Clinical implications and next steps
The data position glecirasib, particularly in combination with cetuximab, as a promising therapeutic option for patients with KRASG12C-mutant, refractory CRC. The substantial increase in ORR with the combination supports further development in randomized, controlled trials that measure PFS and OS and evaluate quality of life. Future studies should incorporate robust translational endpoints to identify predictors of response, markers of emergent resistance, and the optimal timing of combination therapy (e.g., earlier lines versus refractory settings).
Clinicians should recognize the potential toxicities — particularly dermatologic effects, hepatic laboratory abnormalities, and rare pulmonary events — and implement proactive monitoring and management consistent with anti-EGFR and targeted therapy best practices.
Expert commentary and mechanistic considerations
The glecirasib programme reinforces the principle that tumour lineage and adaptive signalling pathways dictate response to oncogene-targeted therapy. In CRC, rapid feedback via EGFR reactivates MAPK signalling downstream of KRAS, blunting KRASG12C inhibitor activity. Combining covalent KRASG12C inhibitors with EGFR inhibitors is a rational strategy that appears to translate into increased tumour regression in a clinical setting.
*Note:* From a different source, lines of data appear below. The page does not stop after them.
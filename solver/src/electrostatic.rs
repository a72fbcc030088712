//! Axisymmetric electrostatics: boundary elements with ring charges.
//!
//! # Public API
//! ```text
//! pub struct Params { pub panels: usize, pub profile: Profile, pub panel_form: PanelForm }
//!                                   // Default: 1000 panels, linear profile, curved panels
//! pub enum PanelForm { Curved, Chord }  // panels on the exact generatrix, or straight chords
//! pub enum Profile { Linear, Custom(fn(f64) -> f64) }  // V(t)/V_top, t = fraction of the length from the base
//! impl Problem {
//!     pub fn from_design(design: &Design, params: &Params, source: &str) -> Result<Problem, DesignError>;
//!     pub fn solve(&self, par: Par) -> Solution;
//! }
//! impl Solution {
//!     pub fn conductor_names(&self) -> &[String];            // electrodes, file order
//!     pub fn capacitance_matrix_f(&self) -> &[Vec<f64>];     // Maxwell matrix (F)
//!     pub fn capacitances_f(&self) -> Vec<f64>;              // diagonal (F)
//!     pub fn self_capacitance_f(&self) -> Option<SelfCapacitance>; // secondary: bare and total
//!     pub fn error_estimate(&self) -> &ErrorEstimate;        // |C(n) - C(n/2)| (F)
//!     pub fn e_field(&self, points_m: &[Point3<f64>], par: Par) -> Vec<FieldSample>; // drive potentials
//!     pub fn panels(&self) -> Vec<PanelResult>;             // sigma (C/m^2), surface field (V/m)
//!     pub fn axis(&self) -> Axis;                           // to revolve the generatrix for VTK
//!     pub fn peak_surface_fields(&self) -> Vec<PeakField>;   // per electrode
//! }
//! pub enum FieldSample { Field(Vector3<f64>), InsideConductor(String), BelowGround }
//! pub fn validity_warnings(design: &Design, distances_m: &[f64]) -> Vec<String>;
//! ```
//!
//! # Method
//! Every surface is a surface of revolution about the common axis (see
//! `coilfield_geometry::check_axisymmetric`), cut along its generatrix into panels carrying a
//! constant surface charge density sigma. The potential of a ring charge Q of radius a at
//! height z0 is phi = Q / (4 pi eps0) (2 / pi) K(m) / sqrt((a + rho)^2 + (z - z0)^2),
//! m = 4 a rho / ((a + rho)^2 + (z - z0)^2) (W. R. Smythe, *Static and Dynamic Electricity*,
//! ch. 5, equation number from memory; K by the arithmetic-geometric mean from the geometry's
//! kc). A panel's potential integrates it over the generatrix with Gauss-Legendre rules whose
//! order grows as the collocation point comes closer; on its own panel the logarithmic
//! singularity K ~ ln(4 / kc) is subtracted and integrated analytically. Collocation at panel
//! midpoints gives a dense system, solved by LU with partial pivoting (blocked, the trailing
//! updates by matrix products). A grounded plane z = z_g adds the image of every ring charge
//! with opposite sign at 2 z_g - z0 (method of images).
//!
//! By default a panel on an arc (sphere, torus) follows the arc exactly; `PanelForm::Chord`
//! makes it the straight chord instead (a conical frustum), whose O(h^2) geometric error lets
//! the tests check that the error estimate |C(n) - C(n/2)| bounds a true error.
//!
//! Panels are graded towards edges (disc rims, cylinder corners, the secondary's ends) where
//! sigma is singular, and are spent on each piece of generatrix in proportion to its length,
//! with at least [`MIN_PANELS_PER_PIECE`] per piece, so small radii of curvature (a thin torus)
//! get their share.
//!
//! # Limitations
//! - The secondary is its outer surface (a cylinder of radius = winding radius + wire radius,
//!   open at both ends) with a prescribed potential profile; the field close to individual
//!   wires is not modelled.
//! - A disc has no thickness: its sigma is the sum over both faces, and its surface field is
//!   reported as sigma / (2 eps0), exact for an isolated disc by symmetry, an average otherwise.
//!   The secondary's open tube likewise carries the sum of both faces; its panels report
//!   sigma / eps0, which is the outer field where the inner face holds little charge (a tube
//!   longer than its diameter).

use crate::constants::{C0, EPS0};
use crate::elliptic::cel_positive_p;
use crate::par::{Par, map_indexed};
use crate::quadrature::gauss_legendre;
use coilfield_geometry::discretise::filament_model;
use coilfield_geometry::{
    Axis, Design, DesignError, ElectrodeShape, End, PotentialSpec, Role, Shape, check_axisymmetric,
    local_frame,
};
use nalgebra::{DMatrix, DMatrixViewMut, Point3, Vector3};
use rayon::prelude::*;
use std::f64::consts::{FRAC_PI_2, PI};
Important mechanistic questions remain: can triplet combinations (for example, adding MEK or SHP2 inhibitors) improve durability without unacceptable toxicity? Are there particular genomic contexts (co-mutations, tumour mutational burden, immune microenvironment) that predict the magnitude or duration of response? Addressing these queries requires integrated randomized trials with preplanned correlative science.
Conclusion
Glecirasib demonstrates meaningful single-agent activity in KRASG12C-mutant colorectal cancer, and its combination with cetuximab yields substantially higher objective response rates with an acceptable safety profile in a previously treated population. These data support advancing glecirasib–cetuximab into randomized trials and exploring earlier-line combination strategies. Robust translational studies should accompany future trials to optimize patient selection and sequence of therapy.
Funding and trial registration
Funding: Jacobio. Trials registered at ClinicalTrials.gov: NCT05009329 (JAB-21822-1002) and NCT05194995 (JAB-21822-1007).
Reference
Li J, Wang Z, Huang J, et al. Glecirasib with or without cetuximab in previously treated locally advanced or metastatic colorectal cancer with KRASG12C mutation (JAB-21822-1002 and JAB-21822-1007): two open-label, non-randomised phase 1/2 trials. Lancet Gastroenterol Hepatol. 2025 Dec 1:S2468-1253(25)00267-5. doi: 10.1016/S2468-1253(25)00267-5. PMID: 41344351.